Record extracts START
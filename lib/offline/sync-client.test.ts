import { afterEach, describe, expect, it } from "vitest";
import type { PushResponse } from "@/lib/schemas/sync";
import { readMeta, type SyncMeta } from "./db";
import { saveRecord } from "./outbox";
import { NO_CONNECTION, SyncClient, type Fetch, type LockManagerLike } from "./sync-client";
import { samplePayload, signIn, testDb } from "./test-support";

const opened: { close: () => void }[] = [];
afterEach(() => {
  for (const db of opened.splice(0)) db.close();
});

async function tablet(records = 1) {
  const { db } = testDb();
  opened.push(db);
  await signIn(db);
  const ids: string[] = [];
  for (let i = 0; i < records; i++) {
    const s = samplePayload();
    await saveRecord(db, { ...s, authorName: "Test Crew", local: null });
    ids.push(s.recordId);
  }
  return { db, ids };
}

const json = (status: number, body: unknown) =>
  new Response(JSON.stringify(body), { status, headers: { "content-type": "application/json" } });

/** A server that applies every op it is sent, and counts the pushes. */
function applyingServer() {
  const pushes: string[][] = [];
  const fetch: Fetch = async (url, init) => {
    if (url.startsWith("/api/sync/push")) {
      const body = JSON.parse(String(init!.body)) as { ops: { opId: string }[] };
      pushes.push(body.ops.map((o) => o.opId));
      return json(200, {
        results: body.ops.map((o) => ({ opId: o.opId, status: "applied", revision: 1 })),
      } satisfies PushResponse);
    }
    return json(404, {});
  };
  return { fetch, pushes };
}

describe("SyncClient", () => {
  it("pushes the outbox in order in batches and empties it on applied", async () => {
    const { db } = await tablet(5);
    const server = applyingServer();
    const client = new SyncClient({ db, fetch: server.fetch, locks: null, batchSize: 2 });
    const outcome = await client.sync();
    expect(outcome).toMatchObject({ kind: "done", pushed: 5, confirmed: 5 });
    expect(server.pushes.map((b) => b.length)).toEqual([2, 2, 1]);
    expect(await db.outbox.count()).toBe(0);
    expect((await readMeta<SyncMeta>(db, "sync"))!.lastConfirmedSyncAt).not.toBeNull();
  });

  it("keeps the outbox on a 401 and asks for sign-in again", async () => {
    const { db } = await tablet(2);
    const client = new SyncClient({
      db,
      fetch: async () => json(401, { error: { code: "UNAUTHENTICATED" } }),
      locks: null,
    });
    expect(await client.sync()).toEqual({ kind: "signed-out" });
    expect(await db.outbox.count()).toBe(2);
    expect((await readMeta<SyncMeta>(db, "sync"))!.needsSignIn).toBe(true);
  });

  it("backs off with jitter on network errors and 5xx, and Sync now resets the wait", async () => {
    const { db } = await tablet(1);
    let clock = 1_000_000;
    let calls = 0;
    let answer: "down" | "500" | "up" = "down";
    const server = applyingServer();
    const fetch: Fetch = async (url, init) => {
      calls++;
      if (answer === "down") throw new TypeError("Failed to fetch");
      if (answer === "500") return json(500, {});
      return server.fetch(url, init);
    };
    const client = new SyncClient({ db, fetch, locks: null, now: () => clock, random: () => 0.5, baseDelayMs: 2_000 });
    const offline = await client.sync();
    expect(offline).toMatchObject({ kind: "offline", retryInMs: 1_000, message: NO_CONNECTION });
    // The browser's raw words never reach the crew, neither in the answer nor on the record.
    expect(JSON.stringify(offline)).not.toContain("Failed to fetch");
    expect((await db.outbox.toArray())[0]!.lastError).toBe(NO_CONNECTION);
    expect((await readMeta<SyncMeta>(db, "sync"))!.lastError).toBe(NO_CONNECTION);
    expect(await client.sync()).toMatchObject({ kind: "waiting" });
    expect(calls).toBe(1);
    clock += 1_001;
    answer = "500";
    expect(await client.sync()).toMatchObject({ kind: "offline", retryInMs: 2_000 });
    const [entry] = await db.outbox.toArray();
    expect(entry).toMatchObject({ attempts: 2, lastError: "The server answered 500.", state: "pending" });
    answer = "up";
    expect(await client.sync({ force: true })).toMatchObject({ kind: "done", confirmed: 1 });
    expect(await db.outbox.count()).toBe(0);
  });

  it("leaves the round to the tab that holds the lock", async () => {
    const { db } = await tablet(1);
    const held: LockManagerLike = { request: async (_name, _opts, callback) => callback(null) };
    let calls = 0;
    const client = new SyncClient({ db, fetch: async () => (calls++, json(200, { results: [] })), locks: held });
    expect(await client.sync()).toEqual({ kind: "busy" });
    expect(calls).toBe(0);
    expect(await db.outbox.count()).toBe(1);
  });

  it("shares one running round between callers in the same tab", async () => {
    const { db } = await tablet(3);
    const server = applyingServer();
    const client = new SyncClient({ db, fetch: server.fetch, locks: null });
    const [a, b] = await Promise.all([client.sync(), client.sync()]);
    expect(a).toBe(b);
    expect(server.pushes.flat()).toHaveLength(3);
  });

  it("without a signed-in person sends nothing", async () => {
    const { db } = testDb();
    opened.push(db);
    let calls = 0;
    const client = new SyncClient({ db, fetch: async () => (calls++, json(200, {})), locks: null });
    expect(await client.sync()).toEqual({ kind: "signed-out" });
    expect(calls).toBe(0);
  });
});

describe("SyncClient.sendSoon (after a save)", () => {
  it("with signal sends the saved record at once, without waiting for the timer", async () => {
    const { db } = await tablet(1);
    const server = applyingServer();
    const client = new SyncClient({ db, fetch: server.fetch, locks: null, online: () => true });
    expect(await client.sendSoon()).toMatchObject({ kind: "done", pushed: 1, confirmed: 1 });
    expect(server.pushes).toHaveLength(1);
    expect(await db.outbox.count()).toBe(0);
  });

  it("without signal tries nothing and keeps the record in the outbox", async () => {
    const { db } = await tablet(1);
    let calls = 0;
    const client = new SyncClient({
      db,
      fetch: async () => (calls++, json(200, { results: [] })),
      locks: null,
      online: () => false,
    });
    expect(await client.sendSoon()).toBeNull();
    expect(calls).toBe(0);
    expect(await db.outbox.count()).toBe(1);
  });

  it("respects the backoff: no request while waiting after a failure", async () => {
    const { db } = await tablet(1);
    const clock = 1_000_000;
    let calls = 0;
    const client = new SyncClient({
      db,
      fetch: async () => (calls++, json(503, {})),
      locks: null,
      now: () => clock,
      random: () => 0.5,
      online: () => true,
    });
    expect(await client.sync()).toMatchObject({ kind: "offline" });
    expect(await client.sendSoon()).toMatchObject({ kind: "waiting" });
    expect(calls).toBe(1);
  });

  it("respects the lock another tab holds", async () => {
    const { db } = await tablet(1);
    const held: LockManagerLike = { request: async (_name, _opts, callback) => callback(null) };
    let calls = 0;
    const client = new SyncClient({
      db,
      fetch: async () => (calls++, json(200, { results: [] })),
      locks: held,
      online: () => true,
    });
    expect(await client.sendSoon()).toEqual({ kind: "busy" });
    expect(calls).toBe(0);
  });

  it("a save during a running round is sent by a round that follows it", async () => {
    const { db } = await tablet(1);
    const server = applyingServer();
    let release!: () => void;
    const gate = new Promise<void>((resolve) => (release = resolve));
    let entered!: () => void;
    const pushing = new Promise<void>((resolve) => (entered = resolve));
    let first = true;
    const fetch: Fetch = async (url, init) => {
      if (first && url.startsWith("/api/sync/push")) {
        first = false;
        entered();
        await gate;
      }
      return server.fetch(url, init);
    };
    const client = new SyncClient({ db, fetch, locks: null, online: () => true });
    const running = client.sync();
    // The first round has read the outbox and is waiting on the server when the record is saved.
    await pushing;
    const s = samplePayload();
    await saveRecord(db, { ...s, authorName: "Test Crew", local: null });
    const after = client.sendSoon();
    release();
    await running;
    expect(await after).toMatchObject({ kind: "done", pushed: 1 });
    expect(server.pushes).toHaveLength(2);
    expect(await db.outbox.count()).toBe(0);
  });
});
Record extracts END
# Work required
Output consists of exactly the lines from the one containing "await pushing;" to the end of the records above, retyped without change and with nothing extra.

# Your response
    await pushing;
    const s = samplePayload();
    await saveRecord(db, { ...s, authorName: "Test Crew", local: null });
    const after = client.sendSoon();
    release();
    await running;
    expect(await after).toMatchObject({ kind: "done", pushed: 1 });
    expect(server.pushes).toHaveLength(2);
    expect(await db.outbox.count()).toBe(0);
  });
});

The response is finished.